**WHAT YOU WILL DO:**
Without omitting anything, retype the data that follows.

**PROVIDED RECORDS:**
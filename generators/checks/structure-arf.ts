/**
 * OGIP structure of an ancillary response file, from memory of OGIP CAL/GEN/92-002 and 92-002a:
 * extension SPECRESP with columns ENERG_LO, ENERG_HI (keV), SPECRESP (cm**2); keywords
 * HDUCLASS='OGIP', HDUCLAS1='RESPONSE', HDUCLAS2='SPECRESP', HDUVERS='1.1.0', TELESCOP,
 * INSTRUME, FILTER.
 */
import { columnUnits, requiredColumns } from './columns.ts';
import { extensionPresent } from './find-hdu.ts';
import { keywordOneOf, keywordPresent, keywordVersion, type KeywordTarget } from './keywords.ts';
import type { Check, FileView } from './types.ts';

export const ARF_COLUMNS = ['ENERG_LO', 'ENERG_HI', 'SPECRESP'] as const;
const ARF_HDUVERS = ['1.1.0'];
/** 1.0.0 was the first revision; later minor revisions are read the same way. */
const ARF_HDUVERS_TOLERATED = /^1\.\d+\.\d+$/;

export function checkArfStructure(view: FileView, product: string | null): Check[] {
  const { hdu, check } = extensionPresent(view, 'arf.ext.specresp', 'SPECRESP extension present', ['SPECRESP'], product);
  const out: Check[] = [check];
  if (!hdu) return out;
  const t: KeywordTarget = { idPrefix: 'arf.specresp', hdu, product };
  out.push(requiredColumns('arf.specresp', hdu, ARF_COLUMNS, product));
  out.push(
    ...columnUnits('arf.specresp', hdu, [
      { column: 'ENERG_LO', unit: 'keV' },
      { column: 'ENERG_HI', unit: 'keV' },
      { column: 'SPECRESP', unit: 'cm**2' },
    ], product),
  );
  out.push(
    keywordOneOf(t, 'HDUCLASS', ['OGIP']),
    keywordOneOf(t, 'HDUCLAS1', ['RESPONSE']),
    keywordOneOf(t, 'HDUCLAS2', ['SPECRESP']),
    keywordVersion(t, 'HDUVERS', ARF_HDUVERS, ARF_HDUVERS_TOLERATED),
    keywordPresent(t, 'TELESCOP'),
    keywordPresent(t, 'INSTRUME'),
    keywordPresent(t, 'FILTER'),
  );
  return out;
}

**RESPONSE BOX:**
filename generators/checks/structure-arf.ts
/**
 * OGIP structure of an ancillary response file, from memory of OGIP CAL/GEN/92-002 and 92-002a:
 * extension SPECRESP with columns ENERG_LO, ENERG_HI (keV), SPECRESP (cm**2); keywords
 * HDUCLASS='OGIP', HDUCLAS1='RESPONSE', HDUCLAS2='SPECRESP', HDUVERS='1.1.0', TELESCOP,
 * INSTRUME, FILTER.
 */
import { columnUnits, requiredColumns } from './columns.ts';
import { extensionPresent } from './find-hdu.ts';
import { keywordOneOf, keywordPresent, keywordVersion, type KeywordTarget } from './keywords.ts';
import type { Check, FileView } from './types.ts';

export const ARF_COLUMNS = ['ENERG_LO', 'ENERG_HI', 'SPECRESP'] as const;
const ARF_HDUVERS = ['1.1.0'];
/** 1.0.0 was the first revision; later minor revisions are read the same way. */
const ARF_HDUVERS_TOLERATED = /^1\.\d+\.\d+$/;

export function checkArfStructure(view: FileView, product: string | null): Check[] {
  const { hdu, check } = extensionPresent(view, 'arf.ext.specresp', 'SPECRESP extension present', ['SPECRESP'], product);
  const out: Check[] = [check];
  if (!hdu) return out;
  const t: KeywordTarget = { idPrefix: 'arf.specresp', hdu, product };
  out.push(requiredColumns('arf.specresp', hdu, ARF_COLUMNS, product));
  out.push(
    ...columnUnits('arf.specresp', hdu, [
      { column: 'ENERG_LO', unit: 'keV' },
      { column: 'ENERG_HI', unit: 'keV' },
      { column: 'SPECRESP', unit: 'cm**2' },
    ], product),
  );
  out.push(
    keywordOneOf(t, 'HDUCLASS', ['OGIP']),
    keywordOneOf(t, 'HDUCLAS1', ['RESPONSE']),
    keywordOneOf(t, 'HDUCLAS2', ['SPECRESP']),
    keywordVersion(t, 'HDUVERS', ARF_HDUVERS, ARF_HDUVERS_TOLERATED),
    keywordPresent(t, 'TELESCOP'),
    keywordPresent(t, 'INSTRUME'),
    keywordPresent(t, 'FILTER'),
  );
  return out;
}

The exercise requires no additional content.